INTEL MAY HAVE KILLED its New Devices group, but it's still not beyond the odd smart acquisition, as seen with its purchase of NetSpeed Systems.
The chipmaker bought the California-based company for an undisclosed amount with the goal of using NetSpeed to help improve its tools for chip designs, namely SoCs of which the company is a specialist in.
NetSpeed's engineers will be sucked up into Intel's Silicon Engineering Group, but its former CEO, Sundari Mitra, will become a vice president at Intel meaning NetSpeed should have some scope to make its presence felt in Intel's corporate mass.
"Intel is designing more products with more specialised features than ever before, which is incredibly exciting for Intel architects and for our customers," said Jim Keller, senior vice president and general manager of the Silicon Engineering Group at Intel.

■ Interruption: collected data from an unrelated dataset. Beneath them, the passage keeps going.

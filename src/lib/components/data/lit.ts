import type { Finding } from '$lib/schemas/sheet';

/** How a cell is lit: by the gravest finding that concerns it, and whether that waits for an answer. */
export interface Lit {
	level: Finding['level'];
	open: boolean;
	id: string;
}

const GRAVITY = { stop: 3, ask: 2, note: 1 };
const weight = (one: Pick<Lit, 'level' | 'open'>): number => GRAVITY[one.level] + (one.open ? 3 : 0);

export function litCells(findings: Finding[]): Map<string, Lit> {
	const lit = new Map<string, Lit>();
	for (const { level, open, id, cells } of findings)
		for (const cell of cells) {
			const before = lit.get(cell);
			if (!before || weight({ level, open }) > weight(before)) lit.set(cell, { level, open, id });
		}
	return lit;
}
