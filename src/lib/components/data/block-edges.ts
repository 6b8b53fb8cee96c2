/** Moving the edges of the block that counts as the data, by mouse and by keyboard alike. */
import { columnLetter } from '$lib/assay';
import type { Block } from '$lib/schemas/sheet';
import type { GridLayout } from './grid-layout';

export const EDGES = ['top', 'bottom', 'left', 'right', 'move'] as const;
export type Edge = (typeof EDGES)[number];

export const EDGE_WORDS: Record<Edge, string> = {
	top: 'First row of the data',
	bottom: 'Last row of the data',
	left: 'First column of the table',
	right: 'Last column of the table',
	move: 'The whole table'
};

const within = (n: number, low: number, high: number): number => Math.min(high, Math.max(low, n));

/** The block with one edge at this row or column; it keeps at least two rows and two columns. */
export function withEdge(block: Block, edge: Edge, row: number, column: number): Block {
	const { firstRow, lastRow, firstColumn, lastColumn } = block;
	if (edge === 'top') return { ...block, firstRow: within(row, 1, lastRow - 1) };
	if (edge === 'bottom') return { ...block, lastRow: Math.max(row, firstRow + 1) };
	if (edge === 'left') return { ...block, firstColumn: within(column, 1, lastColumn - 1) };
	if (edge === 'right') return { ...block, lastColumn: Math.max(column, firstColumn + 1) };
	return block;
}

/** The whole block by so many rows and columns, as far as the sheet reaches. */
export function moved(block: Block, rows: number, columns: number, layout: GridLayout): Block {
	const lastRow = Math.max(block.lastRow, layout.rows.at(-1) ?? 1);
	const lastColumn = Math.max(block.lastColumn, layout.columns.at(-1) ?? 1);
	const down = within(rows, 1 - block.firstRow, lastRow - block.lastRow);
	const right = within(columns, 1 - block.firstColumn, lastColumn - block.lastColumn);
	return {
		firstRow: block.firstRow + down,
		lastRow: block.lastRow + down,
		firstColumn: block.firstColumn + right,
		lastColumn: block.lastColumn + right
	};
}

/** The entry of a list `by` places after (or before) the one at or next to `from`. */
function stepIn(list: number[], from: number, by: number): number {
	if (list.length === 0) return from;
	const found = list.findIndex((n) => n >= from);
	const at = found < 0 ? list.length - 1 : found;
	return list[within(at + by, 0, list.length - 1)];
}

const STEPS: Record<string, [rows: number, columns: number]> = {
	ArrowUp: [-1, 0],
	ArrowDown: [1, 0],
	ArrowLeft: [0, -1],
	ArrowRight: [0, 1]
};

/** What an arrow key does to an edge; null for a key that means nothing there. Shift goes ten at a time. */
export function keyedEdge(block: Block, edge: Edge, key: string, layout: GridLayout, shift = false): Block | null {
	const step = STEPS[key];
	if (!step) return null;
	const [rows, columns] = step.map((n) => n * (shift ? 10 : 1));
	if (edge === 'move') return moved(block, rows, columns, layout);
	const vertical = edge === 'top' || edge === 'bottom';
	if (vertical ? rows === 0 : columns === 0) return null;
	const row = stepIn(layout.rows, edge === 'top' ? block.firstRow : block.lastRow, rows);
	const column = stepIn(layout.columns, edge === 'left' ? block.firstColumn : block.lastColumn, columns);
	return withEdge(block, edge, row, column);
}

export const sameBlock = (a: Block, b: Block): boolean =>
	a.firstRow === b.firstRow &&
	a.lastRow === b.lastRow &&
	a.firstColumn === b.firstColumn &&
	a.lastColumn === b.lastColumn;

export const contains = (b: Block, row: number, column: number): boolean =>
	row >= b.firstRow && row <= b.lastRow && column >= b.firstColumn && column <= b.lastColumn;

/** "rows 6 to 20, columns A to H". */
export const blockWords = (block: Block): string =>
	`rows ${block.firstRow} to ${block.lastRow}, columns ${columnLetter(block.firstColumn)} to ${columnLetter(block.lastColumn)}`;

"The challenge is synthesizing a broader set of IP blocks for optimal performance while reining in design time and cost. NetSpeed's proven network-on-chip technology addresses this challenge, and we're excited to now have their IP and expertise in-house."
SoCs are important areas for chipmakers given they provide the central nervous system of pretty much any smart devices. And with things like Microsoft's Always-Connected PC initiative, which runs on Qualcomm Snapdragon SoCs, there's more scope for such all-in-one chips to play a role in the world of computing that has thus far been dominated by CPU and motherboard combinations.
While Intel offers decent processors with integrated graphics for laptop use, it hasn't really been a big player in the SoC world. As such, the acquisition of NetSpeed could go some way to change that, or at least give Intel more scope to push chipsets into arenas where the likes of Nvidia and Qualcomm hold say.
We'd hazard a guess and say the next couple of waves of smartphones aren't likely to come sporting Intel SoCs. But there's a chance future smart home gadgets and Internet of Things devices that harvest data and try and put artificial intelligence to use on the edge of networks, rather than rely on a cloud or central system connection, could make use of future Intel SoCs.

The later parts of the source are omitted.